Метки текста:

Песенная традиция Пудож Рябининские чтения Фольклор

Краснопольская Т.В. (г.Петрозаводск)
О певческом искусстве пудожанки Анастасии Соболевой Vkontakte@kizhi

Явление мастера в певческом народном искусстве можно рассматривать с разных позиций. В наше время особенно актуализировалось стремление проникнуть в святая святых поющего человеческого голоса — в скрытый от глаза и все еще малодоступный техническому анализу механизм традиционного звуко- и темброобразования. Со стороны даже невозможно себе представить, какие жаркие споры разыгрываются, например, в тесных стенах вступившей в седьмой год своего существования Академии музыки финно-угорских народов, сколько душевной и мыслительной энергии отдано поискам истины. Это объясняется не только желание и удержать и сохранить в живых формах современной культуры уходящее искусство народных мастеров нения, но и четко оформившимся в последнее время осознанием того, что сама «техника» пения, сложившаяся в народном певческом искусстве под влиянием множества факторов, является одним из важнейших носителей этнического начала в традиционном (музыкальном) искусстве.

Совершенно ясно, что одним из основных, общечеловеческих свидетельств художественного мастерства певца является сила и неповторимость впечатления от его искусства. Об этом говорят и блистательные описания собирателя и ученою Е.Э.Линевой, и памятный с детства рассказ И.С.Тургенева «Певцы», сохранивший и впечатления самого писателя, тронутого до глубины души пением Якова, и потрясение соперника Якова — рядчика, и глубокое удовлетворение «крестьянского жюри», чье суждение станет законом для сельского «мира».

Наука приходит потом — со своим аналитическим аппаратом, логикой и технологическими приемами, но и исходной позицией, и критерием верности научных выводов о традиционном певческом искусстве всегда остается непосредственное художественное впечатление.

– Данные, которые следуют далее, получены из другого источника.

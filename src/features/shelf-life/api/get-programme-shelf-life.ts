import { queryOptions, useQuery } from '@tanstack/react-query';
import type { ProgrammeShelfLifeView } from '@shared/views/shelf-life';
import { api } from '@/lib/api-client';
import { shelfLifeKeys } from './shelf-life-keys';

/**
 * The programme's shelf-life analysis, or one recipe's part of it (its own curve and its group;
 * regions and the model always cover the programme). Bench checks, recipe edits and calibrations
 * made on other screens change it, so it is re-read whenever a screen showing it opens (staleTime 0).
 */
export const programmeShelfLifeQueryOptions = (programmeId: number, recipeId: number | null = null) =>
  queryOptions({
    queryKey: shelfLifeKeys.focus(programmeId, recipeId),
    queryFn: () => api.get<ProgrammeShelfLifeView>(`/api/programmes/${programmeId}/shelf-life${recipeId === null ? '' : `?recipe=${recipeId}`}`),
    staleTime: 0,
  });

export const useProgrammeShelfLife = (programmeId: number | undefined, recipeId: number | null = null, enabled = true) =>
  useQuery({ ...programmeShelfLifeQueryOptions(programmeId ?? 0, recipeId), enabled: enabled && programmeId !== undefined });
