/**
 * The region grid. Along a row the attraction is fixed, so the rule's cause can only change at
 * the row's thresholds (spinodal, binodal, glass line, freezing, melting): the rule is evaluated
 * once per interval between them (at its middle) and the interval's cells filled.
 */
function buildRegions(tables: ClassifierTables, theory: MapFrame, drawn: MapFrame, parameters: ClassifierParameters, crystalSuppressed: boolean, columns: number, rows: number): StateRegions {
  // A plain packed array, filled in order (Array.from on a typed array costs ~1 ms here).
  const cells: number[] = [];
  const row = emptyRow();
  const closePacking = FCC_CLOSE_PACKING;
  const step = closePacking / columns;
  for (let r = 0; r < rows; r++) {
    const y = drawn.yFromU((r + 0.5) / rows);
    const effectiveB2 = drawn.b2FromY(y) - drawn.shift;
    const u0 = drawn.shift === 0 ? theory.uFromY(y) : theory.uFromY(theory.yFromB2(effectiveB2));
    ruleRowAt(tables, u0, effectiveB2, row);
    const cuts = [row.spinodalLow, row.spinodalHigh, row.binodalLow, row.binodalHigh, row.glass, row.freezing, row.melting]
      .filter((phi) => phi > 0 && phi < closePacking)
      .sort((a, b) => a - b);
    cuts.push(closePacking);
    let column = 0;
    let start = 0;
    for (const end of cuts) {
      if (end <= start) continue;
      const code = CODE_OF_CAUSE[causeOnRow(row, parameters, crystalSuppressed, 0.5 * (start + end))];
      // Cells whose centre lies in [start, end).
      while (column < columns && (column + 0.5) * step < end) {
        cells.push(code);
        column++;
      }
      start = end;
    }
  }
  return { codes: STATE_CODES, labels: REGION_LABELS, columns, rows, cells };
}

function buildNotes(model: MapModel, traced: TheoryCurves, theory: MapFrame, parameters: ClassifierParameters, polydispersity: number | null, crystalSuppressed: boolean, glass: GlassLineSource): string[] {
  const notes = [
    'Approximate: predictions come from published theory and the team\'s calibration; they do not replace stability testing.',
  ];
  if (model.kind === 'generic') {
    notes.push('Any short-range attraction is placed by its reduced second virial coefficient B2* (extended law of corresponding states, Noro & Frenkel 2000).');
    notes.push(model.theory === 'meanField'
      ? 'Fluid–fluid lines: Carnahan–Starling fluid with a mean-field attraction fixed by B2* (the approximate binodal).'
      : 'Fluid–fluid lines: Baxter adhesive spheres in the Percus–Yevick approximation (compressibility route); on the dilute side the limit of stability is the edge of the band where the theory has no solution.');
    notes.push('Fluid–crystal lines: the same mean-field attraction applied to the Carnahan–Starling fluid and the cell-model crystal (approximate for short-range attraction, which widens coexistence more).');
    if (model.theory === 'baxterPY' && traced.binodal && traced.binodalTop !== null && traced.binodalTop < 1) {
      const b2 = theory.b2FromY(theory.yFromU(traced.binodalTop));
      notes.push(`The Percus–Yevick binodal has no solution beyond B2* ≈ ${b2.toFixed(2)} (τ ≈ ${stickinessFromReducedB2(b2).toFixed(4)}); it is drawn up to there and the classifier keeps its last width above.`);
    }
  } else {
    const endpoint = freeVolumeCriticalEndpoint();
    notes.push(`Free-volume theory (Lekkerkerker et al. 1992) for colloids with ideal polymer at size ratio q = ${Number(model.q.toPrecision(3))}; attraction is the Asakura–Oosawa depletion potential.`);
    if (model.q <= SHORT_RANGE_LIMIT) {
      notes.push(`Short-range depletion (q ≤ ${SHORT_RANGE_LIMIT}): the fluid–fluid lines (binodal, spinodal, critical point) are the mean-field lines at each level's B2* (extended law of corresponding states, as Lu et al. 2008 placed their depletion gels); free-volume theory gives the fluid–crystal lines. Its own gas–liquid dome lies at φ ≳ 0.6 for such small q, where it says nothing about dilute gels.`);
    } else {
      notes.push(model.q > endpoint
        ? `q above the critical endpoint (${endpoint.toFixed(4)}): a stable gas–liquid region exists up to the triple point.`
        : `q below the critical endpoint (${endpoint.toFixed(4)}): the gas–liquid binodal is metastable inside fluid–crystal coexistence and is drawn dashed.`);
      if (model.q > 0.6) notes.push('Size ratios above about 0.6 stretch the ideal-polymer, free-volume description; treat the lines as indicative.');
      const critical = freeVolumeCriticalPoint(model.q);
      if (critical.beyondClosePacking) notes.push(`The free-volume critical point lies at φ = ${critical.phi.toFixed(3)}, beyond close packing: a formal point, with no real gas–liquid region.`);
      else if (critical.polymerReservoir > theory.axis.strongest) notes.push(`The gas–liquid critical point (φ_p^R = ${critical.polymerReservoir.toFixed(3)}) lies above the top of this map: no fluid–fluid lines are drawn.`);
      else if (critical.phi > 0.6) notes.push(`The gas–liquid critical point lies at φ = ${critical.phi.toFixed(3)}, inside the glass: its binodal is mostly hidden behind the glass line.`);
    }
  }
  notes.push(...glassNotes(glass, parameters));
  notes.push(`Gel: inside the spinodal and below the glass line (arrested spinodal decomposition, Lu et al., Nature 453, 499 (2008)); inside the binodal a sample gels when B2* ≤ ${parameters.gelB2Threshold}${parameters.gelB2Threshold === DEFAULT_CLASSIFIER_PARAMETERS.gelB2Threshold ? ' (default: the critical B2* ≈ −1.5, since Lu et al. saw every quench into the two-phase region gel)' : ' (calibrated; default −1.5 from Lu et al. 2008)'}, otherwise it separates slowly.`);
  if (parameters.attractionShift !== 0) notes.push(`Attraction scale shifted by ${parameters.attractionShift} in B2* (calibration): every theory boundary is drawn at B2* + ${parameters.attractionShift}.`);
  if (crystalSuppressed) notes.push(`Polydispersity ${polydispersity} % exceeds ${parameters.polydispersityCrystalThreshold} %: crystallisation is suppressed; the crystal region is greyed and classified as fluid (glass beyond the glass line).`);
  return notes;
}

/** Plain words on where the glass line comes from and how far to trust it. */
function glassNotes(glass: GlassLineSource, parameters: ClassifierParameters): string[] {
  const grid = `M = ${glass.points} wave numbers up to k_max σ = ${glass.cutoff}`;
  const placement = glass.mapping === 'rescaled'
    ? `drawn rescaled: every φ × ${glass.scale.toFixed(4)} so that hard spheres sit at the observed φ_g = ${parameters.glassPhi} (MCT computes ${glass.computedHardSpherePhi.toFixed(4)}; the usual practice, as MCT places the transition too low)`
    : `drawn as computed (hard spheres at ${glass.computedHardSpherePhi.toFixed(4)}, below the observed φ_g ≈ 0.58; choose the rescaled line to compare with the bench)`;
  if (glass.kind === 'hardSphere') {
    return [`Glass line: the hard-sphere transition of idealised mode-coupling theory (Percus–Yevick structure, ${grid}), ${placement}. The attraction's range (${glass.range?.toFixed(2)} σ) exceeds ${SHORT_RANGE_LIMIT} σ, too long for the adhesive-sphere glass lines, so no attractive glass is drawn.`];
  }
  return [
    `Glass lines: idealised mode-coupling theory of adhesive hard spheres (Percus–Yevick structure factor, Baxter 1968; ${grid}), each attraction placed through its B2*; ${placement}.`,
    'The line is re-entrant: weak short-range attraction melts the repulsive glass (its φ rises), strong attraction arrests at lower φ into an attractive glass (Bergenholtz & Fuchs 1999; Dawson et al. 2000; Pham et al., Science 2002). The sticky part depends on the cut-off k_max (a stand-in for the range of the attraction) and is approximate; past the nose, where the theory meets near-critical structure, the line holds its last computed φ.',
  ];
}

Живые впечатления от пения онежан с течением времени получить все труднее. Поэтому мое выступление будет носить характер кратких комментариев к записям пения уроженки с. Каршево, расположенного на юго-западе Пудожского р-на, на пути к Муромскому монастырю, Анастасии Ивановны Соболевой. В основном будут звучать записи начала 1970 гг. Большая их часть опубликована. (Частушка, 6, №164) [1] .

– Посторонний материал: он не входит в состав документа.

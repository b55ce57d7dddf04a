/** Query keys of the programme shelf-life analysis: all → programme(id) → focus(id, recipe). */
export const shelfLifeKeys = {
  all: ['shelf-life'] as const,
  programme: (programmeId: number) => [...shelfLifeKeys.all, programmeId] as const,
  focus: (programmeId: number, recipeId: number | null) => [...shelfLifeKeys.programme(programmeId), recipeId ?? 'all'] as const,
};
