GROUP_HEADING_MM = 6.0  # a priority's heading in the open-deficiency list: one line of 18sp type, not a target


def _group_heading(text: str) -> Label:
    """A priority's heading in the open-deficiency list ('▲ IMMEDIATE: make safe now (5)'), one line high.

    Its own height (the shared heading is at least 11 mm): four whole rows under it fit at 1280x800.
    """
    app = App.get_running_app()
    label = Label(
        text=text, font_size="18sp", bold=True, color=app.theme_fg, size_hint_y=None, height=mm(GROUP_HEADING_MM)
    )
    label.shorten, label.halign, label.valign = True, "left", "middle"
    label.bind(size=lambda w, size: setattr(w, "text_size", size))
    return label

Едва ли нуждается в комментарии данная лирическая поэма. И только то, что создана она певицей («пигарицей» — как говорили в Пудоже) на основе частушки, жанра, очень долго дожидавшегося внимания к себе со стороны «серьезной» науки, побуждает привести одно суждение большого ученого и великого слушателя музыки Б.В.Асафьева, которое он высказал именно после путешествия по землям Обонежья.[текст с сайта музея-заповедника "Кижи": http://kizhi.karelia.ru]

В 1926 г. в статье «На русском Севере» он писал: «Область песенного интонирования — интереснейшая область… сейчас центр тяжести народного музыкального творчества переместился с материала на воспроизведение (выделено мной — Т.К.). На севере я еще больше убедился в том, что, как бы ни был неинтересен (даже пошл, даже гнусен) напев какой-либо похабной частушки, в его передачу — не только в характер, в смысл текста, по и в интонацию напева! — вкладывается бездна остроумия, слуховой утонченности и звуковой динамики… все это искристое, полное жизни искусство поражает мастерством» (1, 172) [2] .

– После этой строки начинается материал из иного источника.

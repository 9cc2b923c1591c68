"""A site: its beams grouped by level and gridline with status; open deficiencies by priority; visits."""

from __future__ import annotations

import copy
import re
import sqlite3
import threading
import time
from dataclasses import dataclass, field
from typing import Any

from core.recheck import recheck
from core.records import Stage
from core.results import PRIORITY_ORDER
from mobile.viewmodels.common import (
    PRIORITY_LABELS,
    STAGE_WORDS,
    STATUS_WORDS,
    UNSEEN_TAKEN_UNFAVOURABLE,
    status_label,
)
from reports.words import SHORT_PRIORITY
from storage import Store, results
from storage.clock import uuid7
from storage.gcpause import gc_paused

# A new beam holds nothing that looks measured: span, size, loads and bearings start "not yet
# entered" and the recheck lists what it still needs. Pickers start on the most common member.
NEW_BEAM_DEFAULTS: dict[str, Any] = {
    "material": "glulam",
    "species": "D.Fir-L",
    "grade": "24f-E",
    "top_edge": {"braced_by": "none", "spacing_mm": None, "fastened": None},  # not recorded: taken as not fastened
}
LEVEL_NOT_RECORDED = "level not recorded"
RECHECK_NOTICE_AT = 500  # stale beams (~0.1-0.2 s of rechecking) from which the screen rechecks in a worker thread
RECHECK_PART = 500  # beams the background recheck stores per transaction (its progress steps; where a stop lands)
UNRAISED_NAMED = 30  # beams the unraised-findings warning names before "and N more" (its count comes first)
UNRAISED_BAND_NAMED = 4  # on the site screen's band (three lines at most in the landscape column); a tap shows all
KEEP = "\u00a0"  # a no-break space: the words it joins wrap as one (a status's count and words)
PINNED = "▲ IMMEDIATE open: pinned"  # beams with an open IMMEDIATE deficiency, shown first (also under their level)
# The site screen's caution band, short so the beam list keeps the height (its tap shows core.results.CAUTION
# whole); it still says what the full caution says of the results and of who governs.
CAUTION_SHORT = (
    "Results support, never replace, the judgement of the engineer of record. Local codes and licensed practice "
    f"govern. {UNSEEN_TAKEN_UNFAVOURABLE} Tap here for the full caution."
)


_DIGITS = re.compile(r"(\d+)")


def level_key(level: str) -> tuple[tuple[tuple[str, int], ...], str]:
    """The order levels are listed in: runs of digits as numbers (L2 before L10), the rest as text without case.

    'B1' comes before 'L1' as text does. Ties (case, leading zeros) go by the text itself, so the order is total.
    """
    parts = _DIGITS.split(level.casefold())  # text, digits, text, ..., text
    runs = tuple((parts[i], int(parts[i + 1])) for i in range(0, len(parts) - 1, 2))
    return (*runs, (parts[-1], -1)), level
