import { ChangeDetectionStrategy, Component, computed, DestroyRef, effect, inject, input, signal, untracked } from '@angular/core';
import { takeUntilDestroyed } from '@angular/core/rxjs-interop';
import { MatButtonModule } from '@angular/material/button';
import { MatDialog } from '@angular/material/dialog';
import { MatIconModule } from '@angular/material/icon';
import { MatProgressBarModule } from '@angular/material/progress-bar';
import { MatTooltipModule } from '@angular/material/tooltip';
import { RouterLink } from '@angular/router';
import { interval } from 'rxjs';
import type { Site, Unit } from '../../../shared/contracts/api';
import type { SiteLandscape } from '../../../shared/contracts/landscape';
import type { CommandView, IssueCommandRequest, UnitLiveState } from '../../../shared/contracts/live';
import { HOLD_TEXT_MAX, type HoldView } from '../../../shared/contracts/holds';
import type { UnitConfig } from '../../../shared/contracts/wire';
import type { ScanResult } from '../../../shared/contracts/alarms';
import { may } from '../../../shared/contracts/permissions';
import { Session } from '../auth/session';
import { AlarmApi } from '../core/alarm-api';
import { CommandApi } from '../core/command-api';
import { LandscapeApi } from '../core/landscape-api';
import { SiteApi } from '../core/site-api';
import { TelemetryApi } from '../core/telemetry-api';
import { UnitApi } from '../core/unit-api';
import { LinkBadge } from '../live/link-badge';
import { LiveConnection } from '../live/live-connection';
import { ago, siteTime, statusLook, utcTime, withUnit } from '../live/unit-status';
import { toApiProblem } from '../ui/api-error';
import { Notify } from '../ui/notify';
import { CommandConfirm, type CommandConfirmData, type CommandConfirmResult } from './command-confirm';
import { CommandHistory } from './command-history';
import { CommandPanel } from './command-panel';
import {
  CONFIGURE_CAUTION,
  commandChoices,
  describeCommand,
  describeConfigure,
  describeRelease,
  HOLD_CAUTION,
  holderNames,
  isHeld,
  MOTION_CAUTION,
  ownHold,
  queuedNote,
  RELEASE_CAUTION,
  upsertCommand,
  type CommandChoice,
} from './commands';
import { HoldPanel } from './hold-panel';
import { appendLive, pointFromRow, type HourPoint } from './last-hour';
import { LastHourPanel } from './last-hour-panel';
import { PointingPanel } from './pointing-panel';
import { ScanPanel } from './scan-panel';
import { UnitAlarmsPanel } from './unit-alarms-panel';
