export class HealthEngine {
  readonly book: AlarmBook;
  private readonly trap = new TrapDetector();
  private readonly stall = new StallDetector();
  private readonly drift = new DriftDetector();
  private readonly hunting = new HuntingDetector();
  private readonly soiling = new SoilingDetector();
  private readonly comms = new CommsDetector();
  private readonly stow = new StowWatch();
  private readonly units = new Map<number, UnitRef>();
  private readonly peers = new Map<number, Map<number, PeerReading>>();
  private readonly siteSnapshots = new Map<number, SiteSnapshot>();
  private readonly darkSites = new Set<number>();
  /** Units restored from the store at start-up, not judged before this time unless heard first [ms]. */
  private readonly restoredGraceUntil = new Map<number, number>();
  private readonly settingsFor: (siteId: number) => HealthSettings;
  private readonly subjects = new Map<number, { ref: UnitRef; subject: AlarmSubject }>();

  constructor(private readonly opts: HealthEngineOptions) {
    this.book = new AlarmBook(opts.listeners);
    this.settingsFor = opts.settingsFor ?? (() => DEFAULT_HEALTH_SETTINGS);
  }

  /** Whether production checks run at a site now (modelled best orientation bright enough; sun up outdoors). */
  /** Lazily computed, briefly cached peer readings and trapped-unit count of a site. */
  private siteSnapshot(siteId: number, atMs: number, sitePeers: Map<number, PeerReading>): SiteSnapshot {
    let snap = this.siteSnapshots.get(siteId);
    if (!snap || Math.abs(atMs - snap.atMs) > SITE_SNAPSHOT_MS)
      this.siteSnapshots.set(siteId, (snap = new SiteSnapshot(atMs, sitePeers, this)));
    else snap.sitePeers = sitePeers;
    return snap;
  }

  /** Whether a unit's trap condition holds now (for a site's count of trapped units). */
  trapHolding(unitId: number): boolean {
    return this.book.holding(this.subjectOf(this.units.get(unitId)!), 'trap');
  }

  static daylight(m: SiteModel | undefined, s: HealthSettings): boolean {
    if (!m) return false;
    return m.globalMax.wm2 >= s.daylightMinWm2 && (m.indoor || m.sunElevationDeg >= s.daylightMinSunElevationDeg);
  }

  telemetry(unit: UnitRef, t: Telemetry): void {
    this.units.set(unit.unitId, unit);
    const atMs = Date.parse(t.ts);
    const s = this.settingsFor(unit.siteId);
    this.heard(unit, atMs, true, s);
    const model = this.opts.models.siteModel(unit.siteId, atMs);
    const daylight = HealthEngine.daylight(model, s);
    let sitePeers = this.peers.get(unit.siteId);
    if (!sitePeers) this.peers.set(unit.siteId, (sitePeers = new Map()));
    sitePeers.set(unit.unitId, { unitId: unit.unitId, poaWm2: t.poaWm2, mode: t.mode, atMs });
    const subject = this.subjectOf(unit);
    const suppressed = this.darkSites.has(unit.siteId);
    const tm = timingsOf(s);

    this.put(subject, 'stall', this.stall.assess(unit, t, atMs, s, this.stow.demanding(unit.siteId)), atMs, tm.stall, suppressed);
    this.put(
      subject,
      'drift',
      this.drift.assess(unit, t, atMs, model, daylight, this.isOpen(subject, 'drift'), s),
      atMs,
      tm.drift,
      suppressed,
    );
    // A drifting or dead detector makes the controller chase a false differential: that shows as back-and-forth motion,
    // but the cause is the sensor, so hunting is not raised on top while a drift condition holds or its alarm is open
    // (consequential alarms are suppressed under their cause: common practice).
    const sensorFault = this.book.holding(subject, 'drift') || this.isOpen(subject, 'drift');
    const huntingNow = this.hunting.assess(unit, t, atMs, daylight, this.isOpen(subject, 'hunting'), s);
    this.put(subject, 'hunting', huntingNow, atMs, tm.hunting, suppressed || sensorFault);
    // Parent/child suppression: a stall, drift or hunting condition that holds, or a stall or drift alarm still open (a
    // drive or sensor fault changes where the unit can balance until it is repaired), explains a deficit; the unit gets
    // no trap alarm on top. A hunting unit that has come to rest on a local maximum is trapped like any other.
    let otherCause: AlarmKind | null = null;
    for (const k of CAUSES)
      if (this.book.holding(subject, k) || (k !== 'hunting' && this.isOpen(subject, k))) {
        otherCause = k;
        break;
      }
    // Site-wide figures cost one pass over the site's units: computed only when the trap detector asks, and shared by the
    // reports of the site within the same couple of seconds (a large site would otherwise make each report O(units)).
    const site = this.siteSnapshot(unit.siteId, atMs, sitePeers);
    this.put(
      subject,
      'trap',
      this.trap.assess(unit, t, atMs, new TrapView(model, daylight, site, otherCause, this.isOpen(subject, 'trap')), s),
      atMs,
      tm.trap,
      suppressed,
    );
    this.put(
      subject,
      'soiling',
      this.soiling.assess(unit, t, atMs, daylight, this.isOpen(subject, 'soiling'), s),
      atMs,
      tm.soiling,
      suppressed,
    );
    this.put(subject, 'not-stowed', this.stow.assess(unit, t, atMs, s), atMs, tm.notStowed, suppressed);
  }

  private isOpen(subject: AlarmSubject, kind: AlarmKind): boolean {
    return this.book.openAlarm(subject, kind) !== null;
  }

  private put(subject: AlarmSubject, kind: AlarmKind, a: Assessment, atMs: number, t: AlarmTiming, suppressed: boolean): void {
    this.book.assess(subject, kind, a.condition, atMs, t, a.detail, suppressed);
  }

  event(unit: UnitRef, e: UnitEvent): void {
    this.units.set(unit.unitId, unit);
    const atMs = Date.parse(e.ts);
    this.heard(unit, atMs, false, this.settingsFor(unit.siteId));
    this.stall.event(unit, e);
    if (e.kind === 'mode-change' && (e.code === 'wind-stow' || e.code === 'wind-stow-released')) {
      this.opts.listeners?.stow?.({
        unitId: unit.unitId,
        serial: unit.serial,
        siteId: unit.siteId,
        atMs,
        kind: e.code === 'wind-stow' ? 'stowed' : 'released',
        message: e.message ?? '',
      });
    }
  }

  status(unit: UnitRef, st: UnitStatus): void {
    this.units.set(unit.unitId, unit);
    const now = this.opts.now();
    if (st.online) this.heard(unit, st.ts ? Date.parse(st.ts) : now, false, this.settingsFor(unit.siteId));
    else this.comms.offline(unit.unitId, now);
  }

  /** A site weather-station reading (it also counts as a message from the unit that carries the station, if given). */
  weather(siteId: number, w: Weather, from?: UnitRef): void {
    const atMs = Date.parse(w.ts);
    const s = this.settingsFor(siteId);
    if (from) {
      this.units.set(from.unitId, from);
      this.heard(from, atMs, false, s);
    }
    this.stow.weather(siteId, w, atMs, s);
  }

  /**
   * A unit last heard before a restart: the comms watch covers it from the start, so a site that went dark while the
   * server was down still raises its alarm. Units get until `graceUntilMs` to reconnect before they are judged; one
   * still silent then is judged from its stored last message.
   */
  restore(unit: UnitRef, lastArrivalMs: number, lastTsMs: number, graceUntilMs: number): void {
    if (this.units.has(unit.unitId)) return;
    this.units.set(unit.unitId, unit);
    this.comms.restore(unit.unitId, lastArrivalMs, lastTsMs);
    this.restoredGraceUntil.set(unit.unitId, graceUntilMs);
  }

  /**
   * What another server heard of a unit (the shared last-heard store): for the comms watch it counts as a message that
   * arrived at `arrivalMs`, or as a last will at `offlineMs`. Nothing happens when it is not newer than what is known.
   */
  heardElsewhere(unit: UnitRef, arrivalMs: number, tsMs: number, offlineMs: number | null): void {
    this.units.set(unit.unitId, unit);
    const known = this.comms.lastArrival(unit.unitId);
    if (known === undefined || arrivalMs > known) this.heard(unit, tsMs, false, this.settingsFor(unit.siteId), arrivalMs);
    if (offlineMs !== null && offlineMs >= arrivalMs) this.comms.offline(unit.unitId, offlineMs);
  }

  /** Periodic check on the clock (every few seconds): comms loss per unit, dark sites. */
  tick(): void {
    const now = this.opts.now();
    const bySite = new Map<number, (CommsView & { unit: UnitRef })[]>();
    for (const id of this.comms.known()) {
      const unit = this.units.get(id);
      if (!unit) continue;
      const grace = this.restoredGraceUntil.get(id);
      if (grace !== undefined) {
        if (now < grace) continue;
        this.restoredGraceUntil.delete(id);
      }
      const v = this.comms.view(id, now, this.settingsFor(unit.siteId))!;
      let list = bySite.get(unit.siteId);
      if (!list) bySite.set(unit.siteId, (list = []));
      list.push({ unit, ...v });
    }
    for (const [siteId, list] of bySite) {
      const s = this.settingsFor(siteId);
      const day = HealthEngine.daylight(this.opts.models.siteModel(siteId, now), s);
      const silent = list.filter((x) => x.silent);
      const dark = list.length >= 2 && silent.length >= 2 && silent.length >= s.siteDarkFraction * list.length;
      const site: AlarmSubject = { unitId: null, serial: null, siteId };
      const commsTiming = timing(day ? s.commsDelayOnMin : s.commsNightDelayOnMin, s.commsClearDelayMin);
      // The site went dark when enough of its units had fallen silent (it may have been before this tick, even before a
      // restart): let the delay-on run from then, as for a single unit.
      if (dark && !this.book.holding(site, 'site-comms')) {
        const since = silent.map((x) => x.silentSinceMs).sort((a, b) => a - b);
        const darkSinceMs = since[Math.max(1, Math.ceil(s.siteDarkFraction * list.length) - 1)] ?? now;
        this.book.assess(
          site,
          'site-comms',
          true,
          Math.min(now, darkSinceMs),
          commsTiming,
          () => ({ severity: 'P4', message: '', advice: '', evidence: {} }),
          true,
        );
      }
      const siteAlarm = this.book.assess(site, 'site-comms', dark, now, commsTiming, () => ({
        severity: day ? 'P2' : 'P3',
        message: `${silent.length} of ${list.length} units silent${day ? '' : ' (night)'}: the site's gateway, backhaul or power is down.`,
        advice:
          'Check the site gateway, its backhaul and power first; check whether the units still produce (meter or inverter). After reconnection confirm the buffered data came in.',
        evidence: {
          silentUnits: silent.map((x) => ({
            serial: x.unit.serial,
            silentMin: round1(x.silentForMs / MIN_MS),
            byLastWill: x.offlineByWill,
          })),
          units: list.length,
          night: !day,
        },
      }));
      if (dark) this.darkSites.add(siteId);
      else this.darkSites.delete(siteId);
      for (const x of list) {
        const subject = this.subjectOf(x.unit);
        if (siteAlarm) {
          this.book.clear(subject, 'comms', now, 'superseded by site alarm');
          continue;
        }
        // The silence started before this tick: let the delay-on run from its start.
        if (x.silent && !this.book.holding(subject, 'comms'))
          this.book.assess(
            subject,
            'comms',
            true,
            Math.min(now, x.silentSinceMs),
            commsTiming,
            () => ({ severity: 'P4', message: '', advice: '', evidence: {} }),
            true,
          );
        this.book.assess(
          subject,
          'comms',
          x.silent,
          now,
          commsTiming,
          () => ({
            severity: day ? 'P3' : 'P4',
            message: `No message for ${round1(x.silentForMs / MIN_MS)} min${x.offlineByWill ? ' (the unit went offline without a clean disconnect)' : ''}; expected one every ${round1(x.intervalMs / 1000)} s.`,
            advice:
              "Check the unit controller's power and modem; check whether it still produces. It stores and forwards its reports, so confirm the gap fills after reconnection.",
            evidence: {
              lastMessageAt: new Date(x.lastArrivalMs).toISOString(),
              silentMin: round1(x.silentForMs / MIN_MS),
              byLastWill: x.offlineByWill,
              intervalS: round1(x.intervalMs / 1000),
              night: !day,
            },
          }),
          dark,
        );
      }
    }
  }

  /** Forgets a unit (deleted, or moved to another site). */
  forget(unitId: number): void {
    const u = this.units.get(unitId);
    for (const d of [this.trap, this.stall, this.drift, this.hunting, this.soiling, this.comms]) d.forget(unitId);
    if (u) this.peers.get(u.siteId)?.delete(unitId);
    this.units.delete(unitId);
    this.subjects.delete(unitId);
  }

  openAlarms(): Alarm[] {
    return this.book.open();
  }

  private heard(unit: UnitRef, tsMs: number, isTelemetry: boolean, s: HealthSettings, arrivalMs?: number): void {
    const now = this.opts.now();
    this.restoredGraceUntil.delete(unit.unitId);
    this.comms.heard(unit.unitId, arrivalMs ?? now, tsMs, isTelemetry);
    // A message clears the unit's comms alarm at once (its clear delay applies).
    this.book.assess(this.subjectOf(unit), 'comms', false, now, timingsOf(s).comms, NO_DETAIL);
  }

  /** The alarm subject of a unit, one per unit reference (the book is asked about it several times per report). */
  private subjectOf(u: UnitRef): AlarmSubject {
    const hit = this.subjects.get(u.unitId);
    if (hit?.ref === u) return hit.subject;
    const subject: AlarmSubject = { unitId: u.unitId, serial: u.serial, siteId: u.siteId };
    this.subjects.set(u.unitId, { ref: u, subject });
    return subject;
  }
}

Рядом с этим проницательным наблюдением над исторической миссией народного исполнительства в надвигающуюся эпоху забвения традиционной песенной культуры, по-моему можно поставить немногое, например, выделение в народном исполнительстве «интонации сообщения», искусством которой владели сказители, часами удерживавшие внимание своей аудитории, и «интонацию общения», свойственную мастерам песенного дела, которые определил Е.В.Гиппиус в свойственной ему форме афористического устного высказывания.

Как нам не хватает сейчас полноценных записей пения И.А.Федосовой, Рябининых, которые владели, обоими типами интонирования — и сказительским, и песенным.

Певческое искусство мастера, как и любое другое мастерство, многогранно. Многогранно и мастерство одиночного пения, хотя оно представляет в русском певческом искусстве — по преимуществу искусстве общинном — особую, определенным образом отграниченную область. Оно имеет свои особые формы, которые в настоящее время описаны только в самом общем плане.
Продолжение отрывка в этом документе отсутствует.